American physicist and engineer

Lloyd Viel Berkner (February 1, 1905 – June 4, 1967) was an American physicist and engineer. He was one of the inventors of the measuring device that since has become standard at ionospheric stations because it measures the height and electron density of the ionosphere. The data obtained in the worldwide net of such instruments were important for the developing theory of short wave radio propagation to which Berkner himself gave important contributions.

Berkner was elected to the United States National Academy of Sciences in 1948. He was president of Associated Universities, Inc. from 1951 to 1960.

Later he investigated the development of the Earth's atmosphere. Since he needed data from the whole world, he proposed the International Geophysical Year in 1950. At that time, the IGY was the largest cooperative study of the Earth ever undertaken.

Berkner was elected a Fellow of the American Academy of Arts and Sciences and a member of the American Philosophical Society in 1956. The IGY was carried out by the International Council of Scientific Unions while he was president in 1957–1959. He was also a member of the President's Scientific Advisory Committee in 1958 while he was president of Associated Universities Inc.

In 1963, Berkner, with L.C. Marshall, advanced a theory to describe the way in which the atmospheres of the Solar System's inner planets had evolved.

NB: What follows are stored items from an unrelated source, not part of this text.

import { copyStream, emptyStream, type StreamState } from '../model/stream.ts';
import type { Mixture } from '../properties/mixture.ts';

/** One stream on its way through an exchanger: its state at any share of the heat, counted from the cold end. */
export interface HeatPath {
  /** the two ends; flows of both are the same. Read, not kept: lay again when they change. */
  lay(coldEnd: StreamState, hotEnd: StreamState): void;
  /**
   * Settle the stream at a share x [0–1] of the heat; enthalpy and pressure run straight from end to end.
   * @returns its temperature [K]
   * @throws PassTrouble where no state has that enthalpy
   */
  at(x: number): number;
  /** the state settled last */
  readonly state: StreamState;
}

export function createHeatPath(mixture: Mixture): HeatPath {
  const cold = emptyStream(mixture.size);
  const hot = emptyStream(mixture.size);
  const state = emptyStream(mixture.size);
  return {
    state,
    lay(coldEnd, hotEnd) {
      copyStream(coldEnd, cold);
      copyStream(hotEnd, hot);
      copyStream(coldEnd, state);
    },
    at(x) {
      if (x <= 0) copyStream(cold, state);
      else if (x >= 1) copyStream(hot, state);
      else {
        state.pressurePa = cold.pressurePa + x * (hot.pressurePa - cold.pressurePa);
        mixture.settleAtEnthalpy(state, cold.enthalpyW + x * (hot.enthalpyW - cold.enthalpyW));
      }
      return state.temperatureK;
    },
  };
}

/** Where the phases of a stream change between samples of its path: where it starts or ends to boil or condense. */
export function phaseChanges(path: HeatPath, samples: readonly number[], tolerance: number): number[] {
  const found: number[] = [];
  const phaseAt = (x: number) => {
    path.at(x);
    return phaseOf(path.state);
  };
  let from = samples[0];
  let phase = phaseAt(from);
  for (const to of samples.slice(1)) {
    const phaseTo = phaseAt(to);
    // A narrow boiling range may lie between two samples as a whole: then two changes are found.
    while (phase !== phaseTo) {
      let [same, other] = [from, to];
      let next = phaseTo;
      while (other - same > tolerance) {
        const middle = 0.5 * (same + other);
        const phaseMiddle = phaseAt(middle);
        if (phaseMiddle === phase) same = middle;
        else [other, next] = [middle, phaseMiddle];
      }
      if (same > 0 && other < 1) found.push(same, other);
      from = other;
      phase = next;
    }
    from = to;
  }
  return found;
}

function phaseOf({ vapourFraction }: StreamState): 'gas' | 'liquid' | 'mixed' {
  if (vapourFraction >= 1) return 'gas';
  return vapourFraction <= 0 ? 'liquid' : 'mixed';
}

/** Shares 0, 1/n, 2/n ... 1. */
export function evenShares(n: number): number[] {
  return Array.from({ length: n + 1 }, (_, k) => k / n);
}

/** Shares from every list in ascending order, each once. */
export function inOrder(...lists: readonly (readonly number[])[]): number[] {
  return [...new Set(lists.flat())].sort((a, b) => a - b);
}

Beginning in 1926, as a naval officer, Berkner assisted in the development of radar and navigation systems, naval aircraft electronics engineering, and studies that led to the construction of the Distant Early Warning system, a chain of radar stations designed to give the United States advance warning in the event of a missile attack across the North Pole. In the 1950s and 1960s, Berkner held intelligence clearances in the Atomic Energy Commission and other agencies. He worked with the CIA in some capacity as well, but any activities are wholly classified as of 2015.

Berkner worked with Dallas community leaders to establish the Graduate Research Center of the Southwest (later renamed the Southwest Center for Advanced Studies, which would eventually become The University of Texas at Dallas).

He wrote more than 100 papers and several books, including Rockets and Satellites (1958), Science in Space (1961), and The Scientific Age (1964).

In 1961, Berkner was president of the Institute of Radio Engineers.

== Legacy ==
Lloyd V. Berkner High School in Richardson, Texas was named after him in 1969, as was Lloyd V. Berkner Hall at the University of Texas at Dallas, and Berkner Hall auditorium/cafeteria at Brookhaven National Laboratory. The lunar crater Berkner was named in his honor. Berkner Island in Antarctica was also named for Berkner because of his work as a radio operator on the first Byrd expedition to Antarctica in 1928.

Berkner was married to Lillian Fulks Berkner and had two children.